第二天她關掉家裡的電閘,告訴聶予誠:停電了,要不我們晚上去酒店住吧,家裡沒法洗澡上廁所。
聶予誠說好,都聽你的。
臨出門前,他提了一袋東西,告訴許蜜語,袋子裡的東西是他下班後特意繞路去給她買的,想讓她高興一點,等到了酒店再給她。

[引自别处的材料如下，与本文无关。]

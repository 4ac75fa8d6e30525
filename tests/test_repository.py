"""The repository is what its own documents say: commands, files, examples, the agreed top level."""

from __future__ import annotations

import ast
import json
import math
import os
import re
import subprocess
import sys
import tomllib
from pathlib import Path

import click
import pytest

import wiresolve.cli
from wiresolve.commands.doctor import GMSH_LIBRARIES
from wiresolve.describe import gate_tables, material_file, plain, shape_tables, wirefile
from wiresolve.describe.problem import Carriers, Orientation, Problem
from wiresolve.describe.section import Layer, Section
from wiresolve.describe.shapes import Circle

REPOSITORY = Path(__file__).resolve().parents[1]
README = (REPOSITORY / "README.md").read_text(encoding="utf-8")
DEVELOPERS = (REPOSITORY / "DEVELOPERS.md").read_text(encoding="utf-8")
TOP_LEVEL = {
    "README.md",
    "DEVELOPERS.md",
    "LICENSE",
    "CHANGELOG.md",
    "pyproject.toml",
    "constraints.txt",
    ".ci",
    ".gitignore",
    "wiresolve",
    "geometries",
    "tests",
    "examples",
    "scripts",
}
LONGEST_MODULE = 450
FILE_KEYS = (shape_tables.MESH_KEYS, shape_tables.OUTLINE_KEYS, shape_tables.POTENTIAL_FILE_KEYS, ("outline", "mesh"))


def tracked() -> list[str]:
    """Paths of all files under version control."""
    # The folder may belong to somebody else than who runs the tests, as in a container.
    listing = subprocess.run(
        ["git", "-c", "safe.directory=*", "ls-files", "-z"], cwd=REPOSITORY, capture_output=True, text=True, check=True
    )
    return [name for name in listing.stdout.split("\0") if name]


def code_blocks(language: str) -> list[str]:
    """The README's fenced blocks of a language."""
    return re.findall(rf"^```{language}\n(.*?)^```$", README, flags=re.DOTALL | re.MULTILINE)


def real_commands() -> dict[str, click.Command]:
    """The commands of the command line by name."""
    groups = [thing for thing in vars(wiresolve.cli).values() if isinstance(thing, click.Group)]
    return dict(groups[0].commands)


def test_top_level_holds_what_was_agreed() -> None:
    assert {name.split("/")[0] for name in tracked()} == TOP_LEVEL


def test_no_generated_file_is_tracked() -> None:
    endings = (".vtu", ".pvd", ".npz", ".h5", ".pyc", ".sqlite")
    assert [name for name in tracked() if name.endswith(endings) or name.startswith("results/")] == []


def test_modules_are_short() -> None:
    lengths = {
        str(path.relative_to(REPOSITORY)): len(path.read_text(encoding="utf-8").splitlines())
        for path in (REPOSITORY / "wiresolve").rglob("*.py")
    }
    assert {name: length for name, length in lengths.items() if length > LONGEST_MODULE} == {}


@pytest.mark.parametrize("text", [README, DEVELOPERS], ids=["README", "DEVELOPERS"])
def test_named_files_exist(text: str) -> None:
    named = re.findall(r"(?:\./)?((?:scripts|geometries|examples|tests|wiresolve|\.ci)/[\w./-]*\w)", text)
    assert named
    assert [name for name in named if not (REPOSITORY / name).exists() and name != "wiresolve/survey"] == []


@pytest.mark.parametrize("text", [README, DEVELOPERS], ids=["README", "DEVELOPERS"])
def test_named_scripts_can_be_started(text: str) -> None:
    scripts = re.findall(r"(?<!\w)\./(scripts/\w+)", text)
    assert scripts
    assert [name for name in scripts if not os.access(REPOSITORY / name, os.X_OK)] == []


def test_documented_commands_are_the_real_ones() -> None:
    documented = set(re.findall(r"`wiresolve (\w[\w-]*)", README))
    assert documented == set(real_commands())
    passed_through = re.search(r"^ +((?:[\w-]+ \| )+)--version\)", (REPOSITORY / "scripts" / "run").read_text(), re.M)
    assert passed_through
    assert set(passed_through[1].replace("|", " ").split()) == set(real_commands())


def test_documented_warnings_are_the_real_ones() -> None:
    rows = README.partition("### Warnings")[2].partition("\n## ")[0]
    code = re.compile(r"[a-z]+(-[a-z]+)+")
    real = set()
    for path in (REPOSITORY / "wiresolve").rglob("*.py"):
        for node in ast.walk(ast.parse(path.read_text(encoding="utf-8"))):
            # A warning is a code, a text and a remedy.
            if isinstance(node, ast.Tuple) and len(node.elts) == 3 and isinstance(node.elts[0], ast.Constant):
                first = node.elts[0].value
                if isinstance(first, str) and code.fullmatch(first):
                    real.add(first)
    assert set(re.findall(r"^\| `(\S+)` \|", rows, re.MULTILINE)) == real


def test_generated_parts_of_the_readme_are_fresh() -> None:
    run = subprocess.run(
        [sys.executable, "scripts/_readme.py", "--check"], cwd=REPOSITORY, capture_output=True, text=True
    )
    assert run.returncode == 0, run.stderr


def test_wire_and_materials_file_of_the_readme_are_valid(tmp_path: Path) -> None:
    block, lab, *_ = code_blocks("toml")
    problem = wirefile.parse(block, REPOSITORY)
    assert problem.title == tomllib.loads(block)["title"]
    assert problem.accuracy.subbands == 10
    (tmp_path / "lab.toml").write_text(lab, encoding="utf-8")
    silicon, oxide = material_file.read("--file", tmp_path / "lab.toml")
    wire = Section(Circle(10), silicon.name, (Layer(2, oxide.name),))
    along = Orientation((1, 1, 0), (0, 0, 1))
    problem = Problem("wire", wire, Carriers(temperature_K=(300,)), materials=(silicon, oxide), orientation=along)
    assert problem.shared_valleys() == ("Delta", "L")


def test_gates_of_the_readme_are_valid() -> None:
    *_, wrap, back = code_blocks("toml")
    problem = wirefile.parse(wrap, REPOSITORY)
    assert problem.charged
    assert problem.voltages is not None
    section = wrap.partition("[[gates]]")[0]
    on_oxide = wirefile.parse(f'{section}{back}\n[carriers]\ntemperature = "4.2 K"\n', REPOSITORY)
    assert [gate.name for gate in on_oxide.gates] == ["back"]
    assert on_oxide.surroundings is not None
    assert on_oxide.surroundings.below_gate == "back"


def test_all_keys_of_gates_and_charge_are_documented() -> None:
    reference = README.partition("### The keys")[2].partition("\n### ")[0]
    given = {
        "gates": gate_tables.GATE_KEYS,
        "surfaces": gate_tables.SURFACE_KEYS,
        "surroundings": gate_tables.SURROUNDINGS_KEYS,
        "voltages": gate_tables.VOLTAGES_KEYS,
        "transport": gate_tables.TRANSPORT_KEYS,
    }
    assert set(given) == set(gate_tables.DEVICE_KEYS)
    keys = [f"{table}.{key}" for table, names in given.items() for key in names]
    keys += [*gate_tables.DOPING_KEYS, "carriers.interaction"]
    assert [key for key in keys if f"`{key}`" not in reference] == []


def test_all_keys_of_the_wire_file_are_documented() -> None:
    tables = (wirefile.SECTION_KEYS, wirefile.LAYER_KEYS, wirefile.PATCH_KEYS, material_file.MATERIAL_KEYS)
    keys = {key for table in (*tables, *plain.LENGTH_KEYS.values(), *FILE_KEYS) for key in table} | {
        *material_file.VALLEY_KEYS
    }
    reference = README.partition("## The wire file")[2].partition("## Command line")[0]
    assert (
        sorted(key for key in keys | set(shape_tables.SHAPES) if not re.search(rf"[`.\[]{key}[` \]]", reference)) == []
    )


def test_script_of_the_readme_runs(tmp_path: Path) -> None:
    block = code_blocks("python")[0]
    run = subprocess.run([sys.executable, "-W", "error", "-c", block], cwd=tmp_path, capture_output=True, text=True)
    assert run.returncode == 0, run.stderr
    assert run.stdout.strip()
    assert (tmp_path / "results" / "from_python" / "result.json").is_file()


def test_every_script_of_the_readme_is_run_here() -> None:
    assert len(code_blocks("python")) == 4


def test_matrix_elements_and_survey_of_the_readme_run(tmp_path: Path) -> None:
    _, _, elements, survey = code_blocks("python")
    begin = """
import json

import wiresolve as ws

def wire(width_nm):
    box = ws.Section(shape=ws.shapes.Rectangle(width_nm=width_nm, height_nm=6.0), material="GaAs")
    cold = ws.Carriers(temperature_K=(77.0,), model="parabolic")
    return ws.Problem("box", section=box, carriers=cold, accuracy=ws.Accuracy(subbands=3, energy_eV=1e-3))

result = ws.solve(wire(10.0))
"""
    end = """
print(json.dumps([float(elements.dipole_x_nm[0, 1]), float(coulomb.values[0, 0, 0, 0, 0])]))
"""
    script = begin + elements + survey + end
    run = subprocess.run([sys.executable, "-W", "error", "-c", script], cwd=tmp_path, capture_output=True, text=True)
    assert run.returncode == 0, run.stderr
    dipole, coulomb = json.loads(run.stdout)
    # Between the two lowest states of a wall-to-wall box: 16 / 9 pi^2 of its width (any textbook of quantum mechanics).
    assert abs(dipole) == pytest.approx(160 / (9 * math.pi**2), rel=1e-4)
    assert coulomb > 0
    assert len((tmp_path / "results" / "survey.pvd").read_text(encoding="utf-8").split("DataSet timestep")) == 4


def test_sweep_of_the_readme_runs(tmp_path: Path) -> None:
    _, block, *_ = code_blocks("python")
    *_, wrap, _ = code_blocks("toml")
    # Three points in place of nine, and coarser: it has to run, not to be good.
    short = (
        wrap.replace("count = 9", "count = 3").replace('"0.5 meV"', '"5 meV"').replace("subbands = 6", "subbands = 2")
    )
    assert short != wrap
    (tmp_path / "wire.toml").write_text(short, encoding="utf-8")
    run = subprocess.run([sys.executable, "-W", "error", "-c", block], cwd=tmp_path, capture_output=True, text=True)
    assert run.returncode == 0, run.stderr
    assert len(run.stdout.splitlines()) >= 1
    reference = README.partition("### What comes out of it")[2].partition("\n## ")[0]
    for file in ("gate_curve.csv", "transistor.csv"):
        lines = (tmp_path / "results" / "curve" / file).read_text(encoding="utf-8").splitlines()
        head = next(line for line in lines if not line.startswith("#"))
        columns = [
            column.replace("_wrap_", "_NAME_") for column in head.split(",") if not re.search(r"_2(_|$)", column)
        ]
        assert "gate_voltage_V" in columns
        assert [name for name in columns if f"`{name}`" not in reference] == []


def test_pins_cover_the_dependencies() -> None:
    project = tomllib.loads((REPOSITORY / "pyproject.toml").read_text(encoding="utf-8"))["project"]
    wanted = project["dependencies"] + project["optional-dependencies"]["test"]
    pins = dict(
        line.split("==")
        for line in (REPOSITORY / "constraints.txt").read_text().splitlines()
        if not line.startswith("#")
    )
    names = {re.split(r"[<>=!~\[]", requirement)[0] for requirement in wanted}
    assert sorted(names - pins.keys()) == []
    assert all(re.fullmatch(r"[\w.]+", version) for version in pins.values())


def test_system_packages_are_the_same_everywhere() -> None:
    script = (REPOSITORY / "scripts" / "_environment.sh").read_text(encoding="utf-8")
    packages = [package for _, package in re.findall(r'^ +"(lib\S+\.so\.\d+) (lib\S+)"$', script, re.MULTILINE)]
    assert packages == GMSH_LIBRARIES.split()
    assert "apt-get install --yes " + " ".join(packages) in README


def test_continuous_integration_runs_the_readme_command() -> None:
    text = (REPOSITORY / ".ci" / "run").read_text(encoding="utf-8")
    assert "exec ./scripts/test" in text
    assert "./scripts/test" in code_blocks("")[1]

下了樓,許蜜語說,我來開車吧。然後她載著聶予誠,直接到了斯威酒店。
她走去前臺,告訴服務員:「幫我開1314號房間,之前已經在電話裡預定好了。」
聶予誠錯愕地站在一旁,看著她經辦這一切。
領了房卡,許蜜語對聶予誠笑著說,走吧。
她滿臉的鎮定,率先走去電梯區。
但她其實魂不守舍,一路差點撞到好幾個人。
直到到達電梯區,她幾乎要踩到一個剛從電梯裡出來的人的腳上去。
聶予誠及時從後面摟住她,避開那人。他一直摟著她,沒撒手,並代她向那人道歉。她低著頭,牙齒摩擦在一起,不做聲。
她怕一開口就會洩掉等下要說的話的勇氣。
她得趁現在,把決心下得更紮實,更不可回頭才行。
*
紀封帶著助理薛睿一齣電梯,就差點被個冒失鬼踩到腳。還是個女鬼。
雖然有人從旁邊及時拉住了那個女鬼,他並沒有真的被踩到,但他的好心情已經被敗掉。
最近一陣子不知道倒什麼黴,他似乎總是能遇到會令他生厭的那種女人。
定睛看看,他幾乎要冷笑出聲了。
真是中了邪,這個冒失女鬼居然還就是他之前遇到的令他生厭的那女人。
眼下她和她出軌過的丈夫正站在一起,她丈夫一邊摟著她,一邊對他道歉。而她低著頭,一副含羞帶怯的小媳婦樣子。
他冷淡地瞥了他們一眼,沒說什麼,帶著薛睿走開了。
耳邊傳來助理的嘀咕聲:「紀總,您看出來了嗎,剛才居然是那個女人!看樣子,她應該是原諒她出軌的老公了。但總覺得她看起來,是一副不太快樂的樣子。」
紀封聽到這裡,忍不住冷笑出聲。
他開了口,語氣裡有掩不住的輕蔑。
「出軌都可以原諒,她自己願意往這樣的爛泥裡陷,不快樂也是自找的。」
說完他冷瞥一眼助理。
助理立刻意識到自己又多嘴了,趕緊噤聲,又趕緊跟上老闆前行的步伐。
他知道完美主義的老闆,擅長捕捉別人的缺點,隨身攜帶嘲諷和輕蔑,有太多事被他瞧不進眼裡。而他最最瞧不起的,就是兩性關係裡的感情髒事,尤其這種一方出了軌另一方卻不肯離婚的,他逢見到必會鄙視嘲諷得徹徹底底。
*
許蜜語用房卡刷開了1314號房間。
插好電卡開好燈,走進房間,看看那張大床,她心頭一痛。她轉身看向滿臉憂心疑惑又內疚不敢輕易多問的聶予誠。